Ptolemy tried to resolve this with the idea of Epicycles. This was circles within circles, designed to resolve the apparently varying distances of the planets to the Earth.

It looked something like this:


This accounted for the motions of various celestial bodies, at least for a while. However, even with Epicycles, the observations did not match what would be expected.

To resolve this, even more epicycles were added. The planets were orbiting Earth in cycles within cycles.

The data kept contradiction the notion that the Earth was at the centre of the universe, but they kept trying to reinterpret the data in a way that was consistent with their biases.

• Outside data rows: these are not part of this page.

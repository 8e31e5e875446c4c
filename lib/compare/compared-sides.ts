import { sql, type SQL } from 'drizzle-orm';
import type { Executor } from '@/db/client';
import { numbersOf } from '@/lib/approvals/compare-with-approvals';
import type { ComparedNumbers } from '@/lib/rules/comparison';
import { STATE_WORDS } from '@/lib/rules/states';
import { computeValue } from '@/lib/values/compute-value';
import { loadValueInputs } from '@/lib/values/load-value-inputs';
import { toComparedNumbers } from './to-compared-numbers';

/** The value of one part on one side. */
export interface PartValue {
  part: string;
  /** Version and scale of the geometry behind it. */
  version: string;
  scale: number;
  /** Of the limit surface. */
  volumeM3: number | null;
  areaM2: number | null;
  numbers: ComparedNumbers | null;
  /** Why there are no numbers. */
  why: string;
  by: string | null;
  at: string | null;
}

/** Parts of a version with what is set on them today, by name. */
export async function valuesOfVersion(db: Executor, assetId: string, versionId: string, part: string | null): Promise<PartValue[]> {
  const loaded = await loadValueInputs(db, [assetId], null, [versionId]);
  return loaded
    .filter((one) => part === null || one.part === part)
    .map((one) => {
      const value = computeValue(one);
      const { properties } = value;
      const shared = { part: one.part, version: one.version, scale: one.scale, volumeM3: value.volumeM3, areaM2: value.areaM2, by: null, at: null };
      if (!properties) return { ...shared, numbers: null, why: STATE_WORDS[value.state] };
      return { ...shared, numbers: toComparedNumbers(properties, value.boundsM), why: '' };
    });
}

interface StoredValue extends Record<string, unknown> {
  part: string;
  version: string;
  scale: number;
  numbers: ComparedNumbers;
  volume_m3: number | null;
  area_m2: number | null;
  by: string;
  at: string;
}

async function storedValues(db: Executor, from: SQL): Promise<PartValue[]> {
  const { rows } = await db.execute<StoredValue>(from);
  return rows.map(({ part, version, scale, numbers, volume_m3, area_m2, by, at }) => ({ part, version, scale, volumeM3: volume_m3, areaM2: area_m2, numbers, why: '', by, at: new Date(at).toISOString() }));
}

/** The newest standing approval of each part, or of one, by name. */
export function approvedValues(db: Executor, assetId: string, part: string | null): Promise<PartValue[]> {
  const only = part === null ? sql`` : sql`and p.name = ${part}`;
  return storedValues(db, sql`
    select distinct on (p.name) p.name as part, a.version, a.scale, ${numbersOf('a')} as numbers, a.volume_m3, a.area_m2, u.name as by, a.approved_at as at
    from approvals a join parts p on p.id = a.part_id join users u on u.id = a.approved_by
    where a.asset_id = ${assetId} and a.shot_id is null ${only} and not exists (select 1 from withdrawals w where w.approval_id = a.id)
    order by p.name, a.ordinal desc`);
}

/** The approval that a lock is to. */
export function lockedValue(db: Executor, lockId: string): Promise<PartValue[]> {
  return storedValues(db, sql`
    select a.part, a.version, a.scale, ${numbersOf('a')} as numbers, a.volume_m3, a.area_m2, u.name as by, a.approved_at as at
    from locks l join approvals a on a.id = l.approval_id join users u on u.id = a.approved_by where l.id = ${lockId}`);
}

/** The override that stands for a part in a shot; none where the shot uses the part's own value. */
export function overrideValue(db: Executor, shotId: string, assetId: string, part: string): Promise<PartValue[]> {
  return storedValues(db, sql`
    select o.part, o.version, o.scale, ${numbersOf('o')} as numbers, o.volume_m3, o.area_m2, u.name as by, o.drafted_at as at
    from shot_overrides o join parts p on p.id = o.part_id join users u on u.id = o.drafted_by
    where o.shot_id = ${shotId} and p.asset_id = ${assetId} and p.name = ${part} and o.dropped_at is null and o.mass_kg is not null`);
}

Eventually, Copernicus looked at the Ptolemy's models and the Babylonian observations and found that everything was much simpler if we concluded that the Sun was at the centre of the Solar System and the planets orbited the Sun.

As a programmer, debugging is part of the job. When I first started to program, I was more like Ptolemy. I would hold preconceived notions, and if the outputs contradicted my preconceived notions, then there must be something more elaborate in play that would make my preconceived notions correct.

This made debugging take much longer that it should. It limited my ability to focus on the rest of the code.

Eventually, I've moved towards an approach that more closely resembles the scientific method. I would start with a hypothesis, and come up with a test that would validate or invalidate the hypothesis. If my hypothesis was invalidated, then I move on to the next one. Once I validate the hypothesis, I can now begin to solve the bug, since I have identified the cause.

With all that said, there are good reasons to depart from proper scientific practice when writing software.

Software is not merely an academic exercise where the goal is to have the best possible understanding of a situation. In software there is often a time constraint. Debugging is intended to fix a problem, ideally quickly. There could be thousands of hypotheses we can generate when debugging to identify the cause of a bug, but there isn't time to test all of them.

We can sacrifice a little accuracy for speed. In computer science, this is known as heuristics.

Another way to arrive at viable hypotheses faster is through dividing and conquering, like in binary search.

Image a file with 1000 lines of code.

At some point in this code there is a bug, the output is not what would be expected given the input.

A naive way of seeing where the bug is, would be starting from the first line and checking that the state of the program is valid. This corresponds to linear search.

A faster way would be to start from line 500 and see if the bug has occurred or not. If the state is not what would be expected if the program was valid, then do the same for line 250, otherwise look at line 750. In less than 10 checks, the location of the bug can be identified.

Understanding the history of science can go a long way when debugging. Especially when understanding when to deviate from the process.

Debugging, like science, involves finding stuff out. But science and empiricism is not the only way to find stuff out. Various fields, like mathematics, History, etc, have come up with various ways of finding things out within their domains (finding stuff out is the branch of philosophy known as epistemology). Many of these methods can transfer to software engineering and debugging.